(Beginning of RECORD EXTRACTS)
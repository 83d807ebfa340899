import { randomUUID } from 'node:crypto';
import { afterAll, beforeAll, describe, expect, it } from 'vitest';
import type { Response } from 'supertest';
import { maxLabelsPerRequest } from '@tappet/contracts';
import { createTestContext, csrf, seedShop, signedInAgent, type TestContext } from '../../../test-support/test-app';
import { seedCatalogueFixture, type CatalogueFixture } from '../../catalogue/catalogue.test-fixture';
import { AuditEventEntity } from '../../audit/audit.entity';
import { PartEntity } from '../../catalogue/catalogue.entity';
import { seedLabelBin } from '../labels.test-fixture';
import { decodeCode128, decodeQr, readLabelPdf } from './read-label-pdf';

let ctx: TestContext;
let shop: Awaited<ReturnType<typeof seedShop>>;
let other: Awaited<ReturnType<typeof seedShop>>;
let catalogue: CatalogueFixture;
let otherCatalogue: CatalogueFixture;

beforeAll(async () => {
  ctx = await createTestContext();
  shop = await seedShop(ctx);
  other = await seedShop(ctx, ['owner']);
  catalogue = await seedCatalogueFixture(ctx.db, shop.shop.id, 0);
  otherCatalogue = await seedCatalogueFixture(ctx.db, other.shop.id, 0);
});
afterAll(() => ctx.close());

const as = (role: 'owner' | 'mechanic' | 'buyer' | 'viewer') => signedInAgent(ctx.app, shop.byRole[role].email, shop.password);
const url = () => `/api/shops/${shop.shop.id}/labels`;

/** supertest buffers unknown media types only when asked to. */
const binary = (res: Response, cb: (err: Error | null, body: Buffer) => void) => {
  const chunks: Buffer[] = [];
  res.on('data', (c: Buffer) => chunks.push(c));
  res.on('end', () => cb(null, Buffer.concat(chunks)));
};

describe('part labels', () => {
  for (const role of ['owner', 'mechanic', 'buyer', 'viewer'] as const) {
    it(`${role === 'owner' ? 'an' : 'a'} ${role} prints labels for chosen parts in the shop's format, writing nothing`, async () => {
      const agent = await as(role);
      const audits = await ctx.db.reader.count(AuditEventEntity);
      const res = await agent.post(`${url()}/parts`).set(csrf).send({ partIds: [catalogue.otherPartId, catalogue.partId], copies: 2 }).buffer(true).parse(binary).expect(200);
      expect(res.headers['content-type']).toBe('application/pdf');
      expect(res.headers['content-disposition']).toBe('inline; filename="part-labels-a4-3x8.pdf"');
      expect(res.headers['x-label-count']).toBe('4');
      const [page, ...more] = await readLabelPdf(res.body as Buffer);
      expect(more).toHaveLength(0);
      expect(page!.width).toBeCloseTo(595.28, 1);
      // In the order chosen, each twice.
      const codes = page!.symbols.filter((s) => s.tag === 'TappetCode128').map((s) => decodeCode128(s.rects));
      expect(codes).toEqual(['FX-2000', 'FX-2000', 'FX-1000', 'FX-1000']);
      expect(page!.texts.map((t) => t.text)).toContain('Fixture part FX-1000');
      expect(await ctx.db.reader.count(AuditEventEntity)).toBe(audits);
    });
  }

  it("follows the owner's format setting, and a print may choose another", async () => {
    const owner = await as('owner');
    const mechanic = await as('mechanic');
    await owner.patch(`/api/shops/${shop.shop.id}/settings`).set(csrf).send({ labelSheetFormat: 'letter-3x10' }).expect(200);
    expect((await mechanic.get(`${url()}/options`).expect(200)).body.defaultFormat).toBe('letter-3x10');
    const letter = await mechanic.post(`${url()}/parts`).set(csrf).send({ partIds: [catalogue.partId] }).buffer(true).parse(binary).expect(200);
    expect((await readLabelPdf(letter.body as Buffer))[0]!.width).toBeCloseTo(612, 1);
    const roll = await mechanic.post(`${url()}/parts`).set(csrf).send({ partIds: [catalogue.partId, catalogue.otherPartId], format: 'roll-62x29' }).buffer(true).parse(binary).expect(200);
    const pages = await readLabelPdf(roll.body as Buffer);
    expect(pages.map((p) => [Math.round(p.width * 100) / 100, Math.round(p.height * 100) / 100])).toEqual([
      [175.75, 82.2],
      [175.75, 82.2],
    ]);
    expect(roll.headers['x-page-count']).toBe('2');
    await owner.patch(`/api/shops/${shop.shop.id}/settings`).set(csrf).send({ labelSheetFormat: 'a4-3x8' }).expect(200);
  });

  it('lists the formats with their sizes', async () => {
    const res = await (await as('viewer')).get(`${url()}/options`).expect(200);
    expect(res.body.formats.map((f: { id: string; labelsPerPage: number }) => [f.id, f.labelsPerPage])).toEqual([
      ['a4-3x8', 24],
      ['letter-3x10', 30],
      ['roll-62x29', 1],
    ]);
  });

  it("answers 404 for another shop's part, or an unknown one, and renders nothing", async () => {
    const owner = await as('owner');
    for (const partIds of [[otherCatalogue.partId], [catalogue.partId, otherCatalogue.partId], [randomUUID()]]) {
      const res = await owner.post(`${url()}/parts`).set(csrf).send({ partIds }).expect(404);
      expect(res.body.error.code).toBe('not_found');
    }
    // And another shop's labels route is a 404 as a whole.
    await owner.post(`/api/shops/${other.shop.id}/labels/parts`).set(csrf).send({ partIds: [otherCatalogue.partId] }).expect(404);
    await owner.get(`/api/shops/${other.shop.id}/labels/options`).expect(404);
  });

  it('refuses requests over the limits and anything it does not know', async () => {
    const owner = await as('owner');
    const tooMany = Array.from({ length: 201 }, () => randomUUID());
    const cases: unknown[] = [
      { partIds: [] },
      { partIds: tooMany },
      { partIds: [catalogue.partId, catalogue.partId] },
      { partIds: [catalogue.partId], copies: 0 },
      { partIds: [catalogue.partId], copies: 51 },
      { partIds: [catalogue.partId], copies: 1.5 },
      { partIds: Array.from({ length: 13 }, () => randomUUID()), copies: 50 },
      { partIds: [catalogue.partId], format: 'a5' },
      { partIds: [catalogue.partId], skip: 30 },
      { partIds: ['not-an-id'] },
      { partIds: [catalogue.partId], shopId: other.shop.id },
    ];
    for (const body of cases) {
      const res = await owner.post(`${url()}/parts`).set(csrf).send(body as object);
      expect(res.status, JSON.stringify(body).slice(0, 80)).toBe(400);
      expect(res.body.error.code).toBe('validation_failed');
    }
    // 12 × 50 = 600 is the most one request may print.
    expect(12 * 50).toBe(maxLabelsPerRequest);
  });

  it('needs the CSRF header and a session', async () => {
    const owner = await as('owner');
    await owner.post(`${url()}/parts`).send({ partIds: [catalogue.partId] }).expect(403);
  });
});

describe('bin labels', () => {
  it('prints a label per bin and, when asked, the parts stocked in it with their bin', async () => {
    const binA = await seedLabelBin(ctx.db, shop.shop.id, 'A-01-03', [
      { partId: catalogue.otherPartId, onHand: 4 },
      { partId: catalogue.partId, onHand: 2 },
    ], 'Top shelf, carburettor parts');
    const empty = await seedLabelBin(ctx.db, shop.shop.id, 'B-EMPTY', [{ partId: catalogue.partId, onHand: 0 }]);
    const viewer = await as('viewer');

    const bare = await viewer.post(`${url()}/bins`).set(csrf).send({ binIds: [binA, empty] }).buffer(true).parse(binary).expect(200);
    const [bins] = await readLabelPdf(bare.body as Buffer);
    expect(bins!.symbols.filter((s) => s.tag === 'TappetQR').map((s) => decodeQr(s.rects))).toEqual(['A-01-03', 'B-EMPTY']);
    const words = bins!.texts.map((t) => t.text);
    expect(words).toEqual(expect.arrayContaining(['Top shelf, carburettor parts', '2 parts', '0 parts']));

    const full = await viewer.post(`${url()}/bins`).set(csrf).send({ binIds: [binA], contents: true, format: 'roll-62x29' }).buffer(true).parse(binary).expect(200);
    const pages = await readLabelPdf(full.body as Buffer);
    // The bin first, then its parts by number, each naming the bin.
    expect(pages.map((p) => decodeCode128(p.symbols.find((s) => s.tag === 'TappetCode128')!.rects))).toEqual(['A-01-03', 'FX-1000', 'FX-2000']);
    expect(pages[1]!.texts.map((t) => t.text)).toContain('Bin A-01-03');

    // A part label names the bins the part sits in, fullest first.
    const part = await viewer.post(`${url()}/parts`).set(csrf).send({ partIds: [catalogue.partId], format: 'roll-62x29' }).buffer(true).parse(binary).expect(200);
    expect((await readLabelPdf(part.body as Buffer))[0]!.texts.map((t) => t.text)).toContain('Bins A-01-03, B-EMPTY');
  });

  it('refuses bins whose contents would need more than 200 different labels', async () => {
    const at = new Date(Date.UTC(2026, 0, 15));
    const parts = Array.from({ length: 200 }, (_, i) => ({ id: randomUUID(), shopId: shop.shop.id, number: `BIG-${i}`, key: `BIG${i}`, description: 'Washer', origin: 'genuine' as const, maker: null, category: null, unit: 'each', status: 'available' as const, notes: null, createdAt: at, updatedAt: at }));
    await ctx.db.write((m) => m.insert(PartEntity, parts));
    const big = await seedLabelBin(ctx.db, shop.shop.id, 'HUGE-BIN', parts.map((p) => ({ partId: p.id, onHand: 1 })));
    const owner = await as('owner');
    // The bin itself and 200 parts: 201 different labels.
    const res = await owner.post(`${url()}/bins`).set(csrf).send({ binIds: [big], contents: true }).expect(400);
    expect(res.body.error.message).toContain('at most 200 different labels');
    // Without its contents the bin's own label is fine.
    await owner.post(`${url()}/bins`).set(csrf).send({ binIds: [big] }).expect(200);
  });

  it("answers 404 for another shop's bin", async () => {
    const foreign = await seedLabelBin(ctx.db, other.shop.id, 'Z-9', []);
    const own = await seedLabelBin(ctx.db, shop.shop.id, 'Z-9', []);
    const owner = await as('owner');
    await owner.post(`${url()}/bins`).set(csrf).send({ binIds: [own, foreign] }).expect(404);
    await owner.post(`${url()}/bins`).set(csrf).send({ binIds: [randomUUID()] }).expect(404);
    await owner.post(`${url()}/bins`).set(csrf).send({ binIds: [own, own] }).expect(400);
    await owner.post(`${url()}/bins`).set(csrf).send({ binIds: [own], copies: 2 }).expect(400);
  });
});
(End of RECORD EXTRACTS)
## EXERCISE REQUIREMENTS
Report all lines above with "PartEntity".

## EXPECTED OUTPUT
import { PartEntity } from '../../catalogue/catalogue.entity';
    await ctx.db.write((m) => m.insert(PartEntity, parts));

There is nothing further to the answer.